= Beginning of Section =

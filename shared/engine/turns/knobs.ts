import { getAttribute, getKind } from '../../kinds/index'
import { findSetupField } from '../../kinds/setup-fields'
import type { MeasureAttribute } from '../../kinds/types'
import { units } from '../../units/units'
import type { Printer } from '../../units/print'
import type { Judged } from '../judge'
import type { Candidate, Rule } from '../rule'
import type { Scene } from '../scene'
import { findSaidNumber } from '../setup/find-said'
import { giveValue } from '../setup/give'
import type { Plan } from '../setup/plan'
import type { Item, Setup } from '../types'
import { readNumber } from '../values'
import { changeables, type Changeable } from './changeable'

/** One number of the setup that could be another. */
export interface Knob {
  /** As in links and requests: `tank.chambers.0.lengthMm`, `items.stand.specs.loadRatingKg`. */
  readonly path: string
  readonly attribute: MeasureAttribute
  readonly from: number
  /** Between what it may be said to be. */
  readonly range: readonly [number, number]
  readonly only?: 'more' | 'less'
  readonly isRelative: boolean
  readonly give: (setup: Setup, value: number) => Setup
  /** What would have to hold, to stand after "It would fit if". */
  readonly say: (to: number, words: Printer) => string
}

const expandPath = (path: string, { tank }: Plan): readonly string[] =>
  path.includes('*') ? tank.chambers.map((_, index) => path.replace('*', String(index))) : [path]

/** An opening is never assumed, so that no rule has to name it beside the chamber's own sizes. */
const isUsed = ({ uses }: Rule, { path }: Changeable): boolean =>
  uses.includes(path) || (path.includes('.opening') && uses.includes('tank.chambers.*.widthMm'))

const measuresLength = ({ unit }: Rule): boolean => unit !== null && units[unit].quantity === 'length'

/** Whether somebody would change this to keep that check: nobody builds another tank to need a weaker heater. */
const isSensible = (rule: Rule, { isBuilt }: Changeable): boolean => !isBuilt || measuresLength(rule)

/** What carries the tank is a limit by itself; no rule has to assume it. */
const isLimit = ({ judgement: { limit } }: Judged, value: number | undefined): boolean =>
  value !== undefined && limit === value

function listSetupKnobs({ plan }: Scene, failing: readonly Judged[], candidate: Candidate): readonly Knob[] {
  return changeables.flatMap((changeable): readonly Knob[] => {
    const isOfTank = changeable.path.startsWith('tank.')
    // The tank that is there makes room for the one that is judged.
    if (isOfTank && candidate.piece.kind === 'tank') return []
    if (!failing.every(({ rule }) => isSensible(rule, changeable))) return []
    return expandPath(changeable.path, plan).flatMap((path): readonly Knob[] => {
      const from = findSaidNumber(plan, path)
      const attribute = findSetupField(path)?.attribute
      if (from === undefined || attribute?.type !== 'measure') return []
      const isOfSupport = path.startsWith('support.')
      if (!failing.every((one) => (isOfSupport ? isLimit(one, from) : isUsed(one.rule, changeable)))) return []
      const knob: Knob = {
        path,
        attribute,
        from,
        range: changeable.isLivedIn ? attribute.usual : attribute.plausible,
        isRelative: changeable.isRelative === true,
        give: (setup, value) => giveValue(setup, path, value),
        say: (to, words) => changeable.say({ path, from, to, plan }, words),
        ...(changeable.only && { only: changeable.only }),
      }
      return [knob]
    })
  })
}

const giveSpec = (setup: Setup, id: string, key: string, value: number): Setup => ({
  ...setup,
  items: setup.items.map((item) => {
    const was = item.piece.specs[key]
    if (item.id !== id || !was) return item
    return { ...item, piece: { ...item.piece, specs: { ...item.piece.specs, [key]: { ...was, value } } } }
  }),
})

/** What a piece measures and weighs is the piece itself: saying it otherwise names nothing to look for. */
const isOfBody = ({ key, unit }: MeasureAttribute): boolean => units[unit].quantity === 'length' || key === 'massKg'

/** A number of another piece that is the very limit which is broken: the stand's rating, the pressure the RO/DI unit needs. */
function listItemKnobs({ others }: Scene, failing: readonly Judged[]): readonly Knob[] {
  return others.flatMap((item: Item) =>
    getKind(item.piece.kind).attributes.flatMap((own): readonly Knob[] => {
      const attribute = getAttribute(item.piece.kind, own.key)
      const from = readNumber(item.piece.specs, own.key)
      if (attribute?.type !== 'measure' || attribute.role !== 'check' || from === undefined) return []
      if (isOfBody(attribute)) return []
      if (!failing.every((one) => one.rule.unit === attribute.unit && isLimit(one, from))) return []
      const name = `the ${getKind(item.piece.kind).label}’s ${attribute.label}`
      return [
        {
          path: `items.${item.id}.specs.${own.key}`,
          attribute,
          from,
          range: attribute.plausible,
          isRelative: false,
          give: (setup, value) => giveSpec(setup, item.id, own.key, value),
          say: (to, words) => `${name} were at ${to > from ? 'least' : 'most'} ${words.measure(to, attribute.unit)}`,
        },
      ]
    }),
  )
}

/** Everything that by itself could turn all the checks that are not kept. */
export const listKnobs = (scene: Scene, failing: readonly Judged[], candidate: Candidate): readonly Knob[] => [
  ...listSetupKnobs(scene, failing, candidate),
  ...listItemKnobs(scene, failing),
]
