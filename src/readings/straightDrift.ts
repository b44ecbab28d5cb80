import { OPEN, type TimedReading } from "./bracket.ts";
import { leastSquares } from "./leastSquares.ts";

export interface StraightDrift {
  /** Drift of the bare level [dB per unit of time]. */
  readonly driftDb: number;
  /** Standard deviation of one reading about the fit [dB]. */
  readonly readingStandardDb: number;
  readonly degreesOfFreedom: number;
  readonly losses: readonly {
    readonly state: string;
    readonly lossDb: number;
    readonly standardDb: number;
  }[];
}

/**
 * Losses of all covers of a run by one straight line of drift: level = a + b time - IL(cover).
 *
 * The second opinion beside `reduceSeries`: it uses readings without a bracket too, but a drift that is not
 * straight enters its losses.
 *
 * Source: ordinary least squares, JCGM 100:2008 annex H.3
 *
 * @param readings  more than two and one for each cover, both kinds among them, at two times or more
 * @throws RangeError where the readings leave a figure free
 */
export function straightDrift(readings: readonly TimedReading[]): StraightDrift {
  const states = [...new Set(readings.map(({ state }) => state))].filter((state) => state !== OPEN);
  const parameters = 2 + states.length;
  if (readings.length <= parameters) {
    throw new RangeError(
      `a straight drift and ${states.length} covers need more than ${parameters} readings`,
    );
  }
  // Time from 0 to 1, so that no parameter is far from the others in size.
  const first = Math.min(...readings.map(({ time }) => time));
  const span = Math.max(...readings.map(({ time }) => time)) - first || 1;
  const fit = leastSquares({
    measured: readings.map(({ levelDb }) => levelDb - readings[0]!.levelDb),
    standard: readings.map(() => 1),
    predict: ([level, drift, ...losses]) =>
      readings.map(
        ({ time, state }) => level! + (drift! * (time - first)) / span - (losses[states.indexOf(state)] ?? 0),
      ),
    start: Array.from({ length: parameters }, () => 0),
    step: Array.from({ length: parameters }, () => 1),
  });
  const { covariance } = fit;
  if (covariance === undefined) throw new RangeError("the readings leave the drift or a loss free");
  const variance = fit.chiSquared / fit.degreesOfFreedom;
  return {
    driftDb: fit.parameters[1]! / span,
    readingStandardDb: Math.sqrt(variance),
    degreesOfFreedom: fit.degreesOfFreedom,
    losses: states.map((state, i) => ({
      state,
      lossDb: fit.parameters[2 + i]!,
      standardDb: Math.sqrt(variance * covariance[2 + i]![2 + i]!),
    })),
  };
}
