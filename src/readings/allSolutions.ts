import { bisect } from "../numeric/roots.ts";

export interface FoundSolution {
  readonly x: number;
  /** A root; otherwise a least miss within the limit. */
  readonly exact: boolean;
  /** Ends of the stretch around it where the miss stays within the limit. */
  readonly from: number;
  readonly to: number;
}

/**
 * All x of a grid's range at which a miss vanishes, or comes as near to 0 as its uncertainty allows.
 *
 * Roots are refined by bisection; a least miss that is no root keeps to the grid. A least miss inside the stretch of
 * another solution is not listed again.
 *
 * Valid:  a grid fine enough that no two roots share one of its steps
 *
 * @param miss     continuous, to be 0 at a solution
 * @param limitAt  largest miss that the uncertainty allows near x
 * @param grid     rising strictly
 * @returns solutions, x rising
 */
export function allSolutions(
  miss: (x: number) => number,
  limitAt: (x: number) => number,
  grid: readonly number[],
): readonly FoundSolution[] {
  const misses = grid.map(miss);
  const size = (i: number) => Math.abs(misses[i] ?? Infinity);
  const found: FoundSolution[] = [];

  /** The place lies on the grid, at x or just below it. */
  const include = (x: number, exact: boolean, place: number) => {
    const limit = limitAt(x);
    const edge = (first: number, step: number) => {
      let inner = x;
      for (let i = first; grid[i] !== undefined; i += step) {
        const outer = grid[i]!;
        if (size(i) > limit) {
          const [low, high] = step < 0 ? [outer, inner] : [inner, outer];
          return bisect((at) => Math.abs(miss(at)) - limit, low, high) ?? inner;
        }
        inner = outer;
      }
      return inner;
    };
    found.push({ x, exact, from: edge(place, -1), to: edge(place + 1, 1) });
  };

  for (let i = 0; i + 1 < grid.length; i++) {
    if (misses[i]! < 0 !== misses[i + 1]! < 0) include(bisect(miss, grid[i]!, grid[i + 1]!)!, true, i);
  }
  grid.forEach((x, i) => {
    const least = size(i) <= size(i - 1) && size(i) < size(i + 1);
    const known = found.some(({ from, to }) => x >= from && x <= to);
    if (least && !known && size(i) <= limitAt(x) && !besideRoot(found, grid, i)) include(x, false, i);
  });
  return found.sort((a, b) => a.x - b.x);
}

/** The grid point nearest to a root is a least miss too. */
function besideRoot(found: readonly FoundSolution[], grid: readonly number[], i: number): boolean {
  const [low, high] = [grid[i - 1] ?? -Infinity, grid[i + 1] ?? Infinity];
  return found.some(({ x }) => x >= low && x <= high);
}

= End of Section =

REQUIRED WORK:
Please reproduce the lines from the line with "const found: FoundSolution[] = [];" to the line with "let inner = x;", both ends included, exactly as they appear above.

SOLUTION TO THE PROBLEM:
  const found: FoundSolution[] = [];

  /** The place lies on the grid, at x or just below it. */
  const include = (x: number, exact: boolean, place: number) => {
    const limit = limitAt(x);
    const edge = (first: number, step: number) => {
      let inner = x;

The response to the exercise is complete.